What is Tau Pathology?

Tau protein changes, known as tau pathology, are a key feature of Alzheimer’s disease (AD) and similar brain conditions. The main cause of this change is something called "hyperphosphorylation," where tau proteins gain extra chemical groups, causing them to misbehave. In their normal state, tau proteins help build and stabilize the microtubules, which are structures that keep brain cells organized and transport important materials. But when tau becomes hyperphosphorylated, it not only loses this stabilizing function but also becomes toxic. It begins to trap healthy tau proteins and other essential proteins that support microtubules, disrupting the cell's internal structure and causing damage. This breakdown is thought to contribute significantly to the brain cell death seen in Alzheimer’s and related diseases.1

Role of Tau Pathology in Early-Stage AD diagnosis

Tau pathology plays a significant role in diagnosing early-stage Alzheimer's disease (AD) due to its strong link with symptom development and progression.2 In AD, abnormal tau proteins begin to accumulate and form neurofibrillary tangles, disrupting essential brain cell functions and causing cognitive decline.
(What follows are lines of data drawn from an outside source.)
def test_position_is_the_signed_sum() -> None:
    space = pl.state_space(VARIANTS["modes"])
    assert space.c_position.tolist() == [1.0, 0.0, -1.0, 0.0, 1.0, 0.0]
    assert space.names[2:4] == ("mode 1 position", "mode 1 velocity")


def test_arrays_of_the_state_space_are_read_only() -> None:
    space = pl.state_space(P0)
    for array in (space.a, space.b, space.b_force, space.c_position, space.c_current):
        with pytest.raises(ValueError, match="read-only"):
            array[0] = 1.0


def test_coil_without_inductance_adds_damping_exactly() -> None:
    """Kf Ke/R beside the damper: 0.4 + 10 x 10/5 = 20.4 N s/m."""
    space = pl.state_space(COIL)
    assert pl.back_emf_damping(COIL) == 20.0
    assert pl.back_emf_damping(P0) == 0.0
    assert space.a[1, 1] == pytest.approx(-20.4 / 0.05, rel=1e-15)
    assert space.d_current == 0.2
    assert space.c_current.tolist() == [0.0, -2.0]


def test_poles_of_the_coil_with_inductance() -> None:
    """P0 with Kf = 10, R = 5, L = 1 mH: roots of the cubic found to 40 digits, and our matrix."""
    plant = replace(COIL, inductance_h=1e-3)
    poles = np.sort(np.linalg.eigvals(pl.state_space(plant).a).real)
    with mp.workdps(40):
        m, b, coil = mp.mpf("0.05"), mp.mpf("0.4"), mp.mpf("0.001")

        def cubic(s: Any) -> Any:
            return (coil * s + 5) * (m * s * s + b * s + 200) + 100 * s

        roots = [float(mp.findroot(cubic, near)) for near in (-4600, -400, -10)]
    np.testing.assert_allclose(poles, roots, rtol=1e-12)
    np.testing.assert_allclose(
        poles, [-4560.7939132135, -437.17532526185, -10.030761524638], rtol=1e-13
    )
    reduced = np.sort(np.linalg.eigvals(pl.state_space(COIL).a).real)
    assert reduced[0] == pytest.approx(-397.948, abs=5e-4)
    assert reduced[1] == pytest.approx(-10.0516, abs=5e-5)


def test_modes_take_no_power_that_the_coil_does_not_give() -> None:
    """A shorted coil only damps, whatever the signs of the modes at the sensor."""
    for signs in ((1, 1), (-1, 1), (-1, -1)):
        modes = tuple(replace(m, sign=s) for m, s in zip(MODES, signs, strict=True))
        free = replace(COIL, modes=tuple(replace(m, damping_ratio=0.0) for m in modes))
        assert np.linalg.eigvals(pl.state_space(free).a).real.max() < 0.0


def test_two_masses_in_modal_form() -> None:
    """Two free masses .035 and .015 kg, 400 Hz between them, in modes: frequency and zero.

    Force and sensor on the first mass; rigid 1/(m1 + m2), mode m2/(m1 (m1 + m2)).
    """
    m1, m2 = 0.035, 0.015
    mode = a_mode(400.0, 0.0, m1 * (m1 + m2) / m2, 1)
    plant = Plant(mass=m1 + m2, modes=(mode,))
    kc = (2.0 * math.pi * 400.0) ** 2 * m1 * m2 / (m1 + m2)
    omega = np.geomspace(10.0, 1e4, 25)
    s2 = -(omega**2)
    by_hand = (m2 * s2 + kc) / (s2 * (m1 * m2 * s2 + kc * (m1 + m2)))
    np.testing.assert_allclose(pl.frequency_response(plant, omega), by_hand, rtol=1e-10)
    zeros = pl.transfer_function(plant).zeros()
    assert float(np.abs(zeros).max()) / (2 * math.pi) == pytest.approx(
        math.sqrt(kc / m2) / (2 * math.pi), rel=1e-12
    )
    assert math.sqrt(kc / m2) / (2 * math.pi) == pytest.approx(334.664011, abs=5e-7)


@pytest.mark.parametrize(
    ("plant", "omega", "rule"),
    [
        (P0, -1.0, "at least 0"),
        (P0, math.nan, "at least 0"),
        (Plant(mass=1.0), 0.0, "no finite answer"),
        (Plant(mass=2.0, stiffness=50.0), 5.0, "no finite answer"),
    ],
)
def test_frequency_without_an_answer_is_named(plant: Plant, omega: float, rule: str) -> None:
    with pytest.raises(OutOfRangeError, match=rule) as caught:
        pl.frequency_response(plant, np.array([1.0, omega]))
    assert caught.value.name == "omega_rad_per_s"


def test_free_mass_on_a_coil_still_has_an_answer_where_it_drifts() -> None:
    plant = VARIANTS["coil on a free mass"]
    value = pl.frequency_response(plant, np.array([1e-6]))[0]
    # At low frequency the speed is u/Ke.
    assert value == pytest.approx(1.0 / (10.0 * 1e-6j), rel=1e-6)


# -------------------------------------------------------------------------------- at rest


@pytest.mark.parametrize("plant", VARIANTS.values(), ids=VARIANTS.keys())
def test_static_gain_is_the_response_at_rest(plant: Plant) -> None:
    gain = pl.static_gain(plant)
    if plant.stiffness == 0.0:
        assert gain is None
        return
    assert gain == pytest.approx(pl.frequency_response(plant, np.zeros(1))[0].real, rel=1e-14)
    space = pl.state_space(plant)
    assert gain == pytest.approx(-space.c_position @ np.linalg.solve(space.a, space.b), rel=1e-9)


@pytest.mark.parametrize("plant", VARIANTS.values(), ids=VARIANTS.keys())
def test_holding_effort_holds(plant: Plant) -> None:
    """With the effort and the constant force, the state that the equations leave at rest."""
    plant = replace(plant, rest_position=2e-4, bias_force=-0.3)
    target = -7e-4
    effort = pl.holding_effort(plant, target)
    space = pl.state_space(plant)
    pushed = space.b * effort + space.b_force * pl.constant_force(plant)
    if plant.stiffness == 0.0:
        # Nothing accelerates at any place, so any place is held.
        still = np.linalg.lstsq(space.a, -pushed, rcond=None)[0]
        np.testing.assert_allclose(space.a @ still + pushed, 0.0, atol=1e-9)
        assert abs(space.c_main_velocity @ still) < 1e-12
    else:
        still = np.linalg.solve(space.a, -pushed)
        assert float(space.c_position @ still) == pytest.approx(target, rel=1e-9)


def test_holding_effort_says_when_nothing_moves() -> None:
    mode = StandInMode(frequency_rad_per_s=10.0, damping_ratio=0.0, mass=2.0, sign=-1)
    with pytest.raises(OutOfRangeError, match="cancels"):
        pl.holding_effort(replace(P0, modes=(mode,)), 0.0)
    with pytest.raises(OutOfRangeError, match="position = inf m"):
        pl.holding_effort(P0, math.inf)


# -------------------------------------------------------------------------------- free motion


def exact_free_motion(plant: Plant, x0: float, v0: float, t: float) -> list[float]:
    """Position, velocity and the scale of each, to 50 digits.

    A scale is the sum of the magnitudes of the terms between which a true zero crossing arises.
    """
    # Digits for the cancellation near critical damping, and for that of a fast root long gone.
    lost = 2.0 * (0.5 * plant.damping / plant.mass) * t / math.log(10.0)
    with mp.workdps(90 + int(min(lost, 600.0))):
        m, b, k, time = (mp.mpf(v) for v in (plant.mass, plant.damping, plant.stiffness, t))
        rate, disc = b / (2 * m), b * b - 4 * m * k
        root = mp.sqrt(disc) / (2 * m)
        if disc == 0:
            c, s = mp.exp(-rate * time), time * mp.exp(-rate * time)
        else:
            up, down = mp.exp((root - rate) * time), mp.exp((-root - rate) * time)
            c, s = mp.re((up + down) / 2), mp.re((up - down) / (2 * root))
        x = x0 * (c + rate * s) + v0 * s
        v = v0 * (c - rate * s) - x0 * k / m * s
        if disc < 0:
            still = moving = abs(c) + abs(rate * s)
        else:
            slow = k / m / (rate + root) if k else mp.mpf(0)
            still = c + rate * s
            moving = mp.exp((-root - rate) * time) + slow * s
        x_scale = abs(x0) * still + abs(v0 * s)
        v_scale = abs(v0) * moving + abs(x0 * k / m * s)
        return [float(x), float(v), float(x_scale), float(v_scale)]


NEAR_CRITICAL = [1.0 + sign * 10.0**-n for n in range(3, 16, 2) for sign in (-1, 1)]
RATIOS = [0.0, 1e-6, 0.02, 0.3, 0.9, 1.0, *NEAR_CRITICAL, 1.5, 30.0, 1e4]


@pytest.mark.parametrize("ratio", RATIOS)
def test_free_motion_to_twelve_digits(ratio: float) -> None:
    plant = Plant(mass=0.05, damping=2.0 * ratio * math.sqrt(0.05 * 200.0), stiffness=200.0)
    check_free_motion(plant, pl.natural_frequency_rad_per_s(plant))


@pytest.mark.parametrize("damping", [0.0, 1e-9, 0.4, 300.0])
def test_free_motion_of_a_free_mass(damping: float) -> None:
    check_free_motion(Plant(mass=0.05, damping=damping), 60.0)


def check_free_motion(plant: Plant, frequency: float) -> None:
    times = np.array([0.0, 1e-6, 1e-3, 0.3, 1.0, math.pi, 4.7, 33.0, 600.0, 2e4]) / frequency
    for x0, v0 in ((1e-3, 0.0), (0.0, 0.2), (1e-3, 0.2), (1e-3, -0.2), (-2e-3, 0.05)):
        position, velocity = pl.free_motion(plant, x0, v0, times)
        for at, t in enumerate(times):
            x, v, x_scale, v_scale = exact_free_motion(plant, x0, v0, float(t))
            tiny = 1e-300  # below this doubles lose digits by themselves
            assert abs(position[at] - x) <= 1e-13 * x_scale + tiny, (x0, v0, t)
            assert abs(velocity[at] - v) <= 1e-13 * v_scale + tiny, (x0, v0, t)


def test_exactly_critical_motion() -> None:
    plant = Plant(mass=1.0, damping=2.0, stiffness=1.0)
    position, velocity = pl.free_motion(plant, 1.0, 0.0, np.array([0.0, 2.0]))
    np.testing.assert_allclose(position, [1.0, 3.0 * math.exp(-2.0)], rtol=1e-15)
    np.testing.assert_allclose(velocity, [0.0, -2.0 * math.exp(-2.0)], rtol=1e-15)


def test_free_motion_keeps_the_shape_of_its_times() -> None:
    position, velocity = pl.free_motion(P0, 1.0, 0.0, np.zeros((2, 3)))
    assert position.shape == velocity.shape == (2, 3)
    with pytest.raises(OutOfRangeError, match="time_s = -1 s"):
        pl.free_motion(P0, 1.0, 0.0, np.array([0.0, -1.0]))
    with pytest.raises(OutOfRangeError, match="velocity0"):
        pl.free_motion(P0, 1.0, math.nan, 0.0)


def test_amplitude_and_phase_rebuild_the_motion() -> None:
    amplitude, phase = pl.free_amplitude_and_phase(P0, 1e-3, -0.02)
    t = np.linspace(0.0, 0.5, 50)
    rebuilt = (
        amplitude
        * np.exp(-0.5 * 0.4 / 0.05 * t)
        * np.sin(pl.damped_frequency_rad_per_s(P0) * t + phase)
    )
    np.testing.assert_allclose(rebuilt, pl.free_motion(P0, 1e-3, -0.02, t)[0], atol=1e-16)


def test_peak_of_a_kick_is_the_largest_position() -> None:
    for ratio in (0.0, 0.4, 1.0, 3.0):
        plant = Plant(mass=1.0, damping=2.0 * ratio, stiffness=1.0)
        position, _ = pl.free_motion(plant, 0.0, 2.0, np.linspace(0.0, 4.0, 400001))
        assert position.max() == pytest.approx(pl.peak_of_kick(plant, 2.0), rel=1e-9)


def test_friction_takes_four_levels_over_the_spring_per_cycle() -> None:
    """Half swings about shifted centres, one after the other."""
    plant = Plant(mass=0.05, stiffness=200.0, friction=0.03)
    shift = plant.friction / plant.stiffness
    amplitude = 1e-3
    for _ in range(2):
        amplitude = (amplitude - shift) - shift
    assert 1e-3 - amplitude == pytest.approx(pl.amplitude_loss_per_cycle(plant), rel=1e-12)
    assert pl.friction_of_amplitude_loss(plant, 1e-3 - amplitude) == pytest.approx(0.03, rel=1e-12)


# -------------------------------------------------------------------------------- figures


@pytest.mark.parametrize(
    ("damping", "stiffness", "expected"),
    [
        (0.0, 0.0, "free mass"),
        (1.0, 0.0, "free mass with damping"),
        (0.0, 1.0, "undamped"),
        (1.0, 1.0, "underdamped"),
        (2.0, 1.0, "critically damped"),
        (3.0, 1.0, "overdamped"),
        (2.0 - 1e-12, 1.0, "underdamped"),
        (2.0 + 1e-12, 1.0, "overdamped"),
    ],
)
def test_regime(damping: float, stiffness: float, expected: str) -> None:
    assert pl.regime(Plant(mass=1.0, damping=damping, stiffness=stiffness)) == expected


def test_decimal_critical_damping_counts_as_critical() -> None:
    for mass, stiffness in ((0.1, 3.7), (0.048, 2400.0), (1.1e-6, 7e-3)):
        plant = Plant(mass=mass, stiffness=stiffness)
        assert pl.regime(replace(plant, damping=pl.critical_damping(plant))) == "critically damped"


def test_ringing_and_poles_lead_back_to_the_plant() -> None:
    ringing = pl.plant_of_ringing(
        mass=P0.mass,
        damped_period_s=2.0 * math.pi / pl.damped_frequency_rad_per_s(P0),
        decrement=pl.log_decrement(P0),
    )
    poles = np.linalg.eigvals(pl.state_space(P0).a)
    by_poles = pl.plant_of_poles(mass=P0.mass, pole1=complex(poles[0]), pole2=complex(poles[1]))
    for plant in (ringing, by_poles):
        assert plant.damping == pytest.approx(P0.damping, rel=1e-12)
        assert plant.stiffness == pytest.approx(P0.stiffness, rel=1e-12)
    assert pl.damping_ratio_of_log_decrement(pl.log_decrement(P0)) == pytest.approx(
        pl.damping_ratio(P0), rel=1e-14
    )


def test_impossible_poles_are_refused() -> None:
    with pytest.raises(OutOfRangeError, match="mirror"):
        pl.plant_of_poles(mass=1.0, pole1=-1 + 1j, pole2=-1 + 2j)
    with pytest.raises(OutOfRangeError, match="mirror"):
        pl.plant_of_poles(mass=1.0, pole1=-1 + 1j, pole2=-2 - 1j)
    with pytest.raises(OutOfRangeError, match=r"pole1\.real"):
        pl.plant_of_poles(mass=1.0, pole1=1 + 1j, pole2=1 - 1j)


def test_decay_time_of_an_overdamped_plant_is_the_slow_one() -> None:
    plant = pl.plant_of_poles(mass=0.05, pole1=-3.0 + 0j, pole2=-4000.0 + 0j)
    assert pl.decay_time_s(plant) == pytest.approx(1.0 / 3.0, rel=1e-14)
    assert pl.decay_time_s(P0) == 0.25
    assert pl.decay_time_s(replace(P0, damping=0.0)) == math.inf
    assert pl.damped_frequency_rad_per_s(plant) == 0.0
Identifying tau pathology, especially through imaging and biomarkers, can help distinguish AD from other neurodegenerative diseases and predict the onset of symptoms, making it a valuable marker in early diagnosis.2

Increased focus on tau targeted treatments for AD has necessitated the requirement for specific biomarkers for detecting insoluble, aggregated tau.3 Tau positron emission tomography (PET) imaging studies have shown that insoluble tau aggregates are predictive of cognitive decline, even in the early pre-symptomatic stages of AD.4 Tau PET is currently the most accurate prognostic marker for AD. However, the high cost and complex infrastructure required for tau PET imaging limit its use to specialized centers.5

Fortunately, recent advancements in blood-based biomarkers have provided a more cost-effective and clinically accessible option to testing. The most common biomarkers of tau include mid-domain total tau or phosphorylated tau (pTau) such as pTau181, pTau217, or pTau231.6-9 However, these biomarkers are more strongly associated with beta-amyloid plaque rather than insoluble tau aggregates.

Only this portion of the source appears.